Not an NVIDIA-killer
Based on The Tech Report's testing, the Ryzen 5 2500U trounces the integrated graphics built into Intel's chips. In some cases, games go from being unplayable on the Intel-only system to playable on the AMD system. This isn't surprising -- Intel's integrated graphics have never been particularly good for gaming.
The Ryzen 5 chip represents "good enough" gaming performance. The problem is, for the same price, gamers can get a more powerful system with NVIDIA graphics. In all of the gaming tests, the system with the MX150 graphics chip handily beats the Ryzen system, sometimes by 50% or more in terms of average frame rate.

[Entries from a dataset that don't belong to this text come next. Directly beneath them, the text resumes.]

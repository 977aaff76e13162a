import type { Request, RequestHandler } from 'express';
import { ipKeyGenerator, rateLimit, type ClientRateLimitInfo, type Options, type Store } from 'express-rate-limit';
import type { Config } from '../../config';
import { AppError } from '../../lib/app-error';
import type { Clock } from '../../lib/clock';
import type { Logger } from '../../lib/logger';
import type { AuditTrail } from '../audit';
import { tokenDigest } from './session-tokens';
import type { ThrottleRepo } from './throttle.repo';

/** express-rate-limit's Store on PostgreSQL; keys are hashed, so no e-mail or IP is stored. */
class PostgresThrottleStore implements Store {
  readonly localKeys = false;
  private windowMs = 60_000;

  constructor(
    readonly prefix: string,
    private readonly repo: ThrottleRepo,
    private readonly clock: Clock,
    private readonly afterHit: () => void,
  ) {}

  init(options: Options) {
    this.windowMs = options.windowMs;
  }

  private stored(key: string) {
    return tokenDigest(`${this.prefix}${key}`);
  }

  async increment(key: string): Promise<ClientRateLimitInfo> {
    const { hits, resetAt } = await this.repo.hit(this.stored(key), this.windowMs, this.clock.now());
    this.afterHit();
    return { totalHits: hits, resetTime: resetAt };
  }

  async decrement(key: string) {
    await this.repo.unhit(this.stored(key), this.clock.now());
  }

  async resetKey(key: string) {
    await this.repo.clear(this.stored(key));
  }

  async get(key: string): Promise<ClientRateLimitInfo | undefined> {
    const row = await this.repo.read(this.stored(key), this.clock.now());
    return row && { totalHits: row.hits, resetTime: row.resetAt };
  }
}

const clientIp = (req: Request) => ipKeyGenerator(req.ip ?? 'unknown');
/** The e-mail the request is about, as the schemas normalise it (invalid input still gets a key). */
const bodyEmail = (req: Request) =>
  String((req.body as { email?: unknown } | undefined)?.email ?? '')
    .trim()
    .toLowerCase()
    .slice(0, 254);

type Counted = 'every request' | 'failures only';

const PURGE_EVERY_HITS = 500;

const isOurFailure = (status: number) => status >= 500 || status === 429;
const isClientFailure = (status: number) => status >= 400 && !isOurFailure(status);

export interface AuthThrottleDeps {
  config: Pick<Config, 'AUTH_THROTTLE_WINDOW_MINUTES' | 'AUTH_THROTTLE_PER_ACCOUNT' | 'AUTH_THROTTLE_PER_IP'>;
  repo: ThrottleRepo;
  clock: Clock;
  logger: Logger;
  audit: AuditTrail;
}

/**
 * The throttles in front of the routes a guesser would hammer. Nothing here lets a stranger lock
 * a customer out: sign-in counts failures per account *and address* (a guesser elsewhere fills
 * only their own bucket), plus failures per address; reset e-mails per account are capped, but
 * the links already sent keep working. 429 with Retry-After when a bucket is full.
 */
export function createAuthThrottles({ config, repo, clock, logger, audit }: AuthThrottleDeps) {
  const windowMs = config.AUTH_THROTTLE_WINDOW_MINUTES * 60_000;
  // Ended windows are deleted now and then, by whichever process happens to count the hit.
  let hitsSincePurge = 0;
  const purgeNowAndThen = () => {
    if (++hitsSincePurge < PURGE_EVERY_HITS) return;
    hitsSincePurge = 0;
    repo.purgeEnded(clock.now()).catch((error: unknown) => logger.warn({ err: error }, 'ended throttle windows were not purged'));
  };

  const limiter = (bucket: string, limit: number, key: (req: Request) => string, counted: Counted): RequestHandler =>
    rateLimit({
      windowMs,
      limit,
      keyGenerator: key,
      store: new PostgresThrottleStore(`${bucket}:`, repo, clock, purgeNowAndThen),
      // Failures-only buckets count the client's failures (a wrong password, an unknown account, a
      // bad token); every-request buckets count every answer. Neither counts an outage (5xx, 503)
      // or a 429: they say nothing about the client, so they never fill a bucket.
      ...(counted === 'failures only'
        ? { skipSuccessfulRequests: true, requestWasSuccessful: (_req: Request, res: { statusCode: number }) => !isClientFailure(res.statusCode) }
        : { skipFailedRequests: true, requestWasSuccessful: (_req: Request, res: { statusCode: number }) => !isOurFailure(res.statusCode) }),
      standardHeaders: 'draft-7',
      legacyHeaders: false,
      // The window is read from the server's Clock, so Retry-After is too.
      retryAfter: (req) => {
        const resetTime = (req as Request & { rateLimit?: { resetTime?: Date } }).rateLimit?.resetTime;
        return Math.max(1, Math.ceil(((resetTime?.getTime() ?? clock.now().getTime() + windowMs) - clock.now().getTime()) / 1000));
      },
      handler: async (req, res, next) => {
        await audit.record({ action: 'throttled', actorId: req.user?.id ?? null, ip: req.ip ?? null, detail: { bucket } });
        const minutes = Math.max(1, Math.ceil(Number(res.getHeader('Retry-After') ?? 60) / 60));
        next(new AppError(429, 'too_many_attempts', `Too many attempts. Please wait ${minutes} minute${minutes === 1 ? '' : 's'} and try again.`));
      },
      logger: {
        error: (error, message) => logger.error({ err: error }, message ?? 'throttle failed'),
        warn: (error, message) => logger.warn({ err: error }, message ?? 'throttle warning'),
      },
    });

  const perIp = (bucket: string, counted: Counted) => limiter(`${bucket}:ip`, config.AUTH_THROTTLE_PER_IP, clientIp, counted);
  const perAccountFromIp = (bucket: string, counted: Counted) =>
    limiter(`${bucket}:account-ip`, config.AUTH_THROTTLE_PER_ACCOUNT, (req) => `${bodyEmail(req)}|${clientIp(req)}`, counted);

  return {
    signIn: [perIp('sign-in', 'failures only'), perAccountFromIp('sign-in', 'failures only')],
    signUp: [perIp('sign-up', 'every request'), perAccountFromIp('sign-up', 'every request')],
    passwordReset: [perIp('reset', 'every request'), limiter('reset:account', config.AUTH_THROTTLE_PER_ACCOUNT, bodyEmail, 'every request')],
    /** Reset confirmations and invitation links: a wrong token is a failure. */
    linkTokens: [perIp('link', 'failures only')],
    /** A current-password check on a signed-in session (e-mail and password change). */
    reauthentication: [limiter('reauth:user', config.AUTH_THROTTLE_PER_ACCOUNT, (req) => req.user?.id ?? clientIp(req), 'failures only')],
  };
}

export type AuthThrottles = ReturnType<typeof createAuthThrottles>;
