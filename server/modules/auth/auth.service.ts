import { passwordResetLinkPath, tokenLink, type PasswordResetConfirm, type SignInInput, type SignUpInput, type User } from '@shared/schemas/auth';
import { AppError } from '../../lib/app-error';
import type { Clock } from '../../lib/clock';
import type { Logger } from '../../lib/logger';
import { hashPassword, needsRehash, verifyPassword } from '../../lib/password-hashing';
import type { SessionUser } from '../../middleware/require-role';
import type { AuditTrail } from '../audit';
import { queueEmail } from '../outbox';
import { createAuthRepo, type AuthRepo } from './auth.repo';
import { assertAcceptablePassword } from './password-policy';
import { randomToken, tokenDigest } from './session-tokens';
import type { RequestContext, SessionsService, StartedSession } from './sessions.service';

/** A reset link works once, for 30 minutes. */
const PASSWORD_RESET_TTL_MS = 30 * 60_000;

export const toUser = ({ id, email, name, role }: Pick<SessionUser, 'id' | 'email' | 'name' | 'role'>): User => ({ id, email, name, role });

const invalidCredentials = () => new AppError(401, 'invalid_credentials', 'That e-mail address and password do not match an account.');
const invalidResetLink = () =>
  new AppError(400, 'reset_link_invalid', 'This reset link has expired or has already been used. Ask for a new one.', {
    token: 'This reset link has expired or has already been used.',
  });

export interface AuthServiceDeps {
  repo: AuthRepo;
  sessions: SessionsService;
  audit: AuditTrail;
  clock: Clock;
  logger: Logger;
  /** Where e-mailed links point: the shop's public address. */
  baseUrl: string;
}

export function createAuthService({ repo, sessions, audit, clock, logger, baseUrl }: AuthServiceDeps) {
  // An unknown e-mail is checked against this real hash, so it takes as long as a wrong password.
  let decoyHash: Promise<string> | undefined;
  const decoy = () => (decoyHash ??= hashPassword(randomToken()));

  return {
    async signUp(input: SignUpInput, context: RequestContext): Promise<{ user: User; session: StartedSession }> {
      assertAcceptablePassword(input.password, input);
      const emailTaken = () =>
        AppError.conflict('email_taken', 'An account with this e-mail address already exists. Sign in, or reset your password if you have forgotten it.');
      if (await repo.isEmailTaken(input.email)) throw emailTaken();
      const passwordHash = await hashPassword(input.password);
      const user = await repo.insertUser({ email: input.email, name: input.name, passwordHash, role: 'customer' });
      if (!user) throw emailTaken();
      const session = await sessions.start(user, context);
      await audit.record({ action: 'sign_up', actorId: user.id, ip: context.ip });
      return { user: toUser(user), session };
    },

    async signIn(input: SignInInput, context: RequestContext): Promise<{ user: User; session: StartedSession }> {
      const account = await repo.findUserByEmail(input.email);
      const passwordMatches = await verifyPassword(account?.passwordHash ?? (await decoy()), input.password);
      if (!account || !passwordMatches) {
        await audit.record({
          action: 'sign_in.failed',
          actorId: account?.id ?? null,
          ip: context.ip,
          detail: { reason: account ? 'wrong_password' : 'unknown_account' },
        });
        throw invalidCredentials();
      }
      if (account.disabledAt) {
        await audit.record({ action: 'sign_in.failed', actorId: account.id, ip: context.ip, detail: { reason: 'disabled' } });
        throw new AppError(403, 'account_disabled', 'This account has been turned off. Please contact the shop if you think this is a mistake.');
      }
      if (needsRehash(account.passwordHash)) await repo.updateUser(account.id, { passwordHash: await hashPassword(input.password) });
      const session = await sessions.start(account, context);
      await audit.record({ action: 'sign_in.succeeded', actorId: account.id, ip: context.ip, detail: { role: account.role } });
      return { user: toUser(account), session };
    },

    async signOut(user: SessionUser | undefined, context: RequestContext): Promise<void> {
      if (!user) return;
      await sessions.end(user.sessionId);
      await audit.record({ action: 'sign_out', actorId: user.id, ip: context.ip });
    },

    /**
     * Mails a single-use link when the address belongs to an enabled account, and does nothing
     * otherwise. The route has already answered 202 by the time this runs, so the answer and its
     * timing are the same either way; a failure is logged, never shown.
     */
    async requestPasswordReset(email: string, context: RequestContext): Promise<void> {
      try {
        const account = await repo.findUserByEmail(email);
        if (!account || account.disabledAt) return;
        const token = randomToken();
        const now = clock.now();
        const expiresAt = new Date(now.getTime() + PASSWORD_RESET_TTL_MS);
        await repo.transaction(async (tx) => {
          const { id } = await createAuthRepo(tx).insertResetToken({ tokenHash: tokenDigest(token), userId: account.id, createdAt: now, expiresAt });
          await queueEmail(tx, {
            template: 'password-reset',
            to: account.email,
            payload: { name: account.name, resetUrl: tokenLink(baseUrl, passwordResetLinkPath, token), expiresAt },
            dedupeKey: `password-reset:${id}`,
          });
        });
        await audit.record({ action: 'password_reset.requested', actorId: account.id, ip: context.ip });
      } catch (error) {
        logger.error({ err: error }, 'password reset e-mail could not be queued');
      }
    },

    /** Sets the new password, uses up every reset link of the account and ends all its sessions. */
    async confirmPasswordReset(input: PasswordResetConfirm, context: RequestContext): Promise<void> {
      const now = clock.now();
      const token = await repo.findUsableResetToken(tokenDigest(input.token), now);
      const account = token && (await repo.findUserById(token.userId));
      if (!token || !account || account.disabledAt) throw invalidResetLink();
      assertAcceptablePassword(input.password, account);
      const passwordHash = await hashPassword(input.password);
      await repo.transaction(async (tx) => {
        const txRepo = createAuthRepo(tx);
        if (!(await txRepo.useResetTokens(account.id, token.id, now))) throw invalidResetLink();
        await txRepo.updateUser(account.id, { passwordHash });
        await sessions.endAllFor(account.id, txRepo);
      });
      await audit.record({ action: 'password_reset.completed', actorId: account.id, ip: context.ip });
    },
  };
}

export type AuthService = ReturnType<typeof createAuthService>;
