import Stripe from 'stripe';
import { z } from 'zod';
import { findUnstorableText, unstorableTextMessage } from '@shared/schemas/text';
import { greenOrderDates } from '@shared/domain/roast-schedule';
import { localDateOf } from '@shared/domain/shop-time';
import type { WebhookReceipt } from '@shared/schemas/payments';
import { subscriptionStatusOf, type PaymentStanding } from '@shared/domain/subscription-status';
import { roastedBagSizes, type BagSize, type RoastedBagSize } from '@shared/domain/vocabulary';
import { publicBaseUrl } from '../../config';
import type { PaymentsGateway } from '../../integrations/payments';
import { AppError } from '../../lib/app-error';
import type { Clock } from '../../lib/clock';
import type { Logger } from '../../lib/logger';
import { queueEmail } from '../outbox';
import { loadCalendarOverrides, loadShopSettings } from '../settings';
import type { PaidInvoice, PaymentEventPorts } from './payment-event-ports';
import type { PaymentsRepo, PaymentsTransaction, SubscriptionForPayment } from './payments.repo';
import { orderIdKey, subscriptionIdKey, type PaymentsServiceConfig } from './payments.service';

export interface PaymentEventsDeps {
  repo: PaymentsRepo;
  ports: PaymentEventPorts;
  gateway: PaymentsGateway;
  clock: Clock;
  logger: Logger;
  config: Pick<PaymentsServiceConfig, 'PUBLIC_URL' | 'HOST' | 'PORT'>;
  /**
   * Hands a received event to the job queue to apply. Without one (API-only test apps) the
   * webhook applies the event before it answers.
   */
  enqueueEvent?: (eventId: string) => Promise<void>;
}

/** The least of an event the inbox needs; a signed body without it is refused, not retried. */
const receivableEventSchema = z.object({
  id: z.string().min(1).max(255),
  type: z.string().min(1).max(255),
  data: z.object({ object: z.looseObject({ id: z.string().min(1).max(255) }) }),
});

/** The part of an event that must run in the ledger's transaction (after the Stripe reads, which must not). */
type Effect = (tx: PaymentsTransaction) => Promise<void>;

const uuidPattern = /^[0-9a-f]{8}-[0-9a-f]{4}-[0-9a-f]{4}-[0-9a-f]{4}-[0-9a-f]{12}$/i;
const idOf = (value: string | { id: string } | null | undefined) => (typeof value === 'string' ? value : (value?.id ?? null));
const fromUnix = (seconds: number | null | undefined) => (seconds ? new Date(seconds * 1000) : null);

/** Subscriptions sell roasted bag sizes only (a CHECK constraint keeps it so). */
function roastedSizeOf(size: BagSize): RoastedBagSize {
  const roasted = roastedBagSizes.find((candidate) => candidate === size);
  if (!roasted) throw new Error(`A subscription has the green bag size ${size}`);
  return roasted;
}

/**
 * Restday's reading of a Stripe subscription's standing. Its `pause_collection` is only Restday's own
 * pause pushed back to us (maybe not yet, maybe an old one), so it never decides the status; Stripe's
 * own `paused` (a trial ended with no way to pay) is a payment that cannot be taken.
 */
function paymentStandingOf(subscription: Stripe.Subscription): PaymentStanding {
  switch (subscription.status) {
    case 'active':
    case 'trialing':
      return 'active';
    case 'past_due':
    case 'unpaid':
    case 'paused':
      return 'past_due';
    case 'canceled':
    case 'incomplete_expired':
      return 'cancelled';
    default:
      return 'incomplete';
  }
}

function paidInvoiceOf(invoice: Stripe.Invoice): PaidInvoice {
  const payment = invoice.payments?.data.find((entry) => entry.status === 'paid');
  return { id: invoice.id, amountPaidCents: invoice.amount_paid, currency: invoice.currency, paymentIntentId: idOf(payment?.payment.payment_intent) };
}

/**
 * What the payment service owns on a subscription: its standing, ids and paid period. The status
 * keeps the subscriber's pause (`subscriptionStatusOf`), so a late or out-of-order event never
 * undoes it; pause, skips, level and cadence are never written here.
 */
function billingOf(stripeSubscription: Stripe.Subscription, subscription: { pausedUntil: string | null }, today: string) {
  const periodEnds = stripeSubscription.items.data.map((item) => item.current_period_end);
  const standing = paymentStandingOf(stripeSubscription);
  return {
    status: subscriptionStatusOf(standing, subscription.pausedUntil, today),
    stripeSubscriptionId: stripeSubscription.id,
    stripeCustomerId: idOf(stripeSubscription.customer),
    currentPeriodEnd: periodEnds.length > 0 ? fromUnix(Math.max(...periodEnds)) : null,
    cancelledAt: standing === 'cancelled' ? fromUnix(stripeSubscription.ended_at ?? stripeSubscription.canceled_at) : null,
  };
}

async function greenShipDate(tx: PaymentsTransaction, paidAt: Date): Promise<string> {
  const { settings } = await loadShopSettings(tx.tx);
  const overrides = await loadCalendarOverrides(tx.tx, localDateOf(paidAt, settings.timeZone));
  return greenOrderDates(paidAt, settings, { overrides }).shipDate;
}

It's not surprising that a discrete graphics chip beats the integrated graphics in the Ryzen system. But I'm not sure why someone interested in gaming on a laptop, given the choice between a Ryzen Mobile system and an Intel-NVIDIA system for roughly the same price, would opt for Ryzen Mobile.
The story may change as more Ryzen Mobile laptops become available. At a lower price, a system like the Envy x360 would offer a compelling, and cheaper, alternative to an Intel-NVIDIA system. All of the games tested were playable on the Ryzen system, and there's certainly a market for gaming laptops that provide just enough oomph to get the job done.
Beyond gaming, Ryzen Mobile lags Intel in terms of single-threaded performance. The same story played out with AMD's desktop Ryzen chips. Single-threaded performance is important for general responsiveness, app start-up times, and any case where multiple cores can't be fully utilized. In The Tech Report's tests involving web browsing, app start-up, and productivity software, the Ryzen 5 chip came in dead last. In the case of productivity software, it fell short of the Intel-based systems by a wide margin.
For those interested primarily in gaming, the single-threaded shortcomings may not matter. But as a general-purpose laptop, the Ryzen 5 system doesn't justify its price.
A tough road ahead
AMD isn't going to pick up much laptop market share if the pricing on all Ryzen laptops is similar to the Envy x360. For those not interested in gaming, an Intel laptop with integrated graphics offers better performance for everyday computing tasks. For gamers, a similarly priced laptop with discrete NVIDIA graphics offers substantially better gaming performance. I'm not sure where Ryzen 5 really fits in.
Cheaper Ryzen 5 laptops may be on the horizon, which could change the story. Lop $100 to $200 off, and a Ryzen 5 laptop makes a whole lot more sense as a gaming laptop, and it's much more competitive as a general-purpose laptop. But if prices end up in line with the Envy x360, Intel and NVIDIA probably don't have too much to worry about.